[Collected data]

◆ ◆ ◆ ◆

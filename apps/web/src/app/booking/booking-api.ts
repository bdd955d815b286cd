import { HttpClient, HttpEventType, type HttpEvent, type HttpResponse } from '@angular/common/http';
import { Injectable, inject } from '@angular/core';
import type { Booking, BookingAttachment, BookingRequest, BookingSettings, CancellationPreview, MaintenanceBlock, Occupancy, PeriodInput, QuoteInput } from '@tunnelwright/contracts';
import { Observable, filter, map } from 'rxjs';

/** How far one attachment upload has come: a share of the bytes sent, then the stored attachments. */
export type AttachmentUploadEvent = { readonly kind: 'progress'; readonly fraction: number } | { readonly kind: 'done'; readonly attachments: BookingAttachment[] };

/** The lab's booking rules together with its IANA zone. */
export type LabBookingSettings = BookingSettings & { readonly timeZone: string };

/** Bookings of tunnel time and their life cycle; customers only ever see their own organisation's. */
@Injectable({ providedIn: 'root' })
export class BookingApi {
  private readonly http = inject(HttpClient);

  settings(): Observable<LabBookingSettings> {
    return this.http.get<LabBookingSettings>('/api/bookings/settings');
  }

  /** Replaces the lab's booking rules (lab managers); the API records the change in the audit log. */
  saveSettings(rules: BookingSettings): Observable<LabBookingSettings> {
    return this.http.put<LabBookingSettings>('/api/bookings/settings', rules);
  }

  /** Bookings, soonest first. */
  list(): Observable<Booking[]> {
    return this.http.get<Booking[]>('/api/bookings');
  }

  request(input: BookingRequest): Observable<Booking> {
    return this.http.post<Booking>('/api/bookings', input);
  }

  quote(id: string, input: QuoteInput): Observable<Booking> {
    return this.http.post<Booking>(`/api/bookings/${id}/quote`, input);
  }

  decline(id: string, reason: string): Observable<Booking> {
    return this.http.post<Booking>(`/api/bookings/${id}/decline`, { reason });
  }

  counterPropose(id: string, period: PeriodInput, note: string): Observable<Booking> {
    return this.http.post<Booking>(`/api/bookings/${id}/counter-proposal`, { ...period, note });
  }

  /** Moves a confirmed booking (lab manager); the customer gets an updated calendar entry. */
  reschedule(id: string, period: PeriodInput, note: string): Observable<Booking> {
    return this.http.post<Booking>(`/api/bookings/${id}/reschedule`, { ...period, note });
  }

  acceptCounterProposal(id: string): Observable<Booking> {
    return this.http.post<Booking>(`/api/bookings/${id}/accept-counter-proposal`, {});
  }

  acceptQuote(id: string): Observable<Booking> {
    return this.http.post<Booking>(`/api/bookings/${id}/accept-quote`, {});
  }

  rejectQuote(id: string): Observable<Booking> {
    return this.http.post<Booking>(`/api/bookings/${id}/reject-quote`, {});
  }

  assignTechnician(id: string, technicianId: string | null): Observable<Booking> {
    return this.http.post<Booking>(`/api/bookings/${id}/technician`, { technicianId });
  }

  /** Marks a confirmed booking in test, linking the test record that holds its runs when one is given. */
  start(id: string, testId: string | null = null): Observable<Booking> {
    return this.http.post<Booking>(`/api/bookings/${id}/start`, testId ? { testId } : {});
  }

  complete(id: string): Observable<Booking> {
    return this.http.post<Booking>(`/api/bookings/${id}/complete`, {});
  }

  cancellationPreview(id: string): Observable<CancellationPreview> {
    return this.http.get<CancellationPreview>(`/api/bookings/${id}/cancellation-preview`);
  }

  cancel(id: string, reason: string, expectedFeeMinor: number): Observable<Booking> {
    return this.http.post<Booking>(`/api/bookings/${id}/cancel`, { reason, expectedFeeMinor });
  }

  /** Free and busy stretches of one tunnel; other customers' bookings carry no names. */
  occupancy(tunnelId: string, from: string, to: string): Observable<Occupancy> {
    return this.http.get<Occupancy>(`/api/tunnels/${tunnelId}/occupancy`, { params: { from, to } });
  }

  maintenanceBlocks(): Observable<MaintenanceBlock[]> {
    return this.http.get<MaintenanceBlock[]>('/api/maintenance-blocks');
  }

  createMaintenanceBlock(input: PeriodInput & { tunnelId: string; reason: string }): Observable<MaintenanceBlock> {
    return this.http.post<MaintenanceBlock>('/api/maintenance-blocks', input);
  }

  deleteMaintenanceBlock(id: string): Observable<void> {
    return this.http.delete<void>(`/api/maintenance-blocks/${id}`);
  }

  /** Sends one file to a booking, reporting the share of bytes sent. */
  attach(id: string, file: File): Observable<AttachmentUploadEvent> {
    const body = new FormData();
    body.append('files', file, file.name);
    return this.http.post<BookingAttachment[]>(`/api/bookings/${id}/attachments`, body, { reportProgress: true, observe: 'events' }).pipe(
      filter((event: HttpEvent<BookingAttachment[]>) => event.type === HttpEventType.UploadProgress || event.type === HttpEventType.Response),
      map((event): AttachmentUploadEvent => {
        if (event.type === HttpEventType.UploadProgress) {
          return { kind: 'progress', fraction: event.total ? event.loaded / event.total : 0 };
        }
        return { kind: 'done', attachments: (event as HttpResponse<BookingAttachment[]>).body ?? [] };
      }),
    );
  }

  /** One attachment's content, fetched with the signed-in session. */
  attachment(id: string, attachmentId: string): Observable<Blob> {
    return this.http.get(`/api/bookings/${id}/attachments/${attachmentId}`, { responseType: 'blob' });
  }
}
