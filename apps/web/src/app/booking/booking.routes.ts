import { Routes } from '@angular/router';
import { roleGuard } from '../core/role-guard';

/** Customers' bookings, lab managers' answers, calendar and booking rules, technicians' week. */
export const bookingRoutes: Routes = [
  {
    path: 'bookings',
    title: 'My bookings · Tunnelwright',
    canActivate: [roleGuard(['customer'])],
    loadComponent: () => import('./my-bookings-page').then((m) => m.MyBookingsPage),
  },
  {
    path: 'bookings/new',
    title: 'Request tunnel time · Tunnelwright',
    canActivate: [roleGuard(['customer'])],
    loadComponent: () => import('./booking-request-page').then((m) => m.BookingRequestPage),
  },
  {
    path: 'lab-bookings',
    title: 'Bookings · Tunnelwright',
    canActivate: [roleGuard(['lab_manager'])],
    loadComponent: () => import('./lab-bookings-page').then((m) => m.LabBookingsPage),
  },
  {
    path: 'lab-calendar',
    title: 'Calendar · Tunnelwright',
    canActivate: [roleGuard(['lab_manager'])],
    loadComponent: () => import('./lab-calendar-page').then((m) => m.LabCalendarPage),
  },
  {
    path: 'booking-rules',
    title: 'Booking rules · Tunnelwright',
    canActivate: [roleGuard(['lab_manager'])],
    loadComponent: () => import('./booking-rules-page').then((m) => m.BookingRulesPage),
  },
  {
    path: 'my-week',
    title: 'My tunnel time · Tunnelwright',
    canActivate: [roleGuard(['technician'])],
    loadComponent: () => import('./technician-bookings-page').then((m) => m.TechnicianBookingsPage),
  },
];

◆ ◆ ◆ ◆

▶ [PROBLEM DETAILS]:
Among the entries, find every line holding "export" and return it.

▶ [THE ANSWER]:
export type AttachmentUploadEvent = { readonly kind: 'progress'; readonly fraction: number } | { readonly kind: 'done'; readonly attachments: BookingAttachment[] };
export type LabBookingSettings = BookingSettings & { readonly timeZone: string };
export class BookingApi {
export const bookingRoutes: Routes = [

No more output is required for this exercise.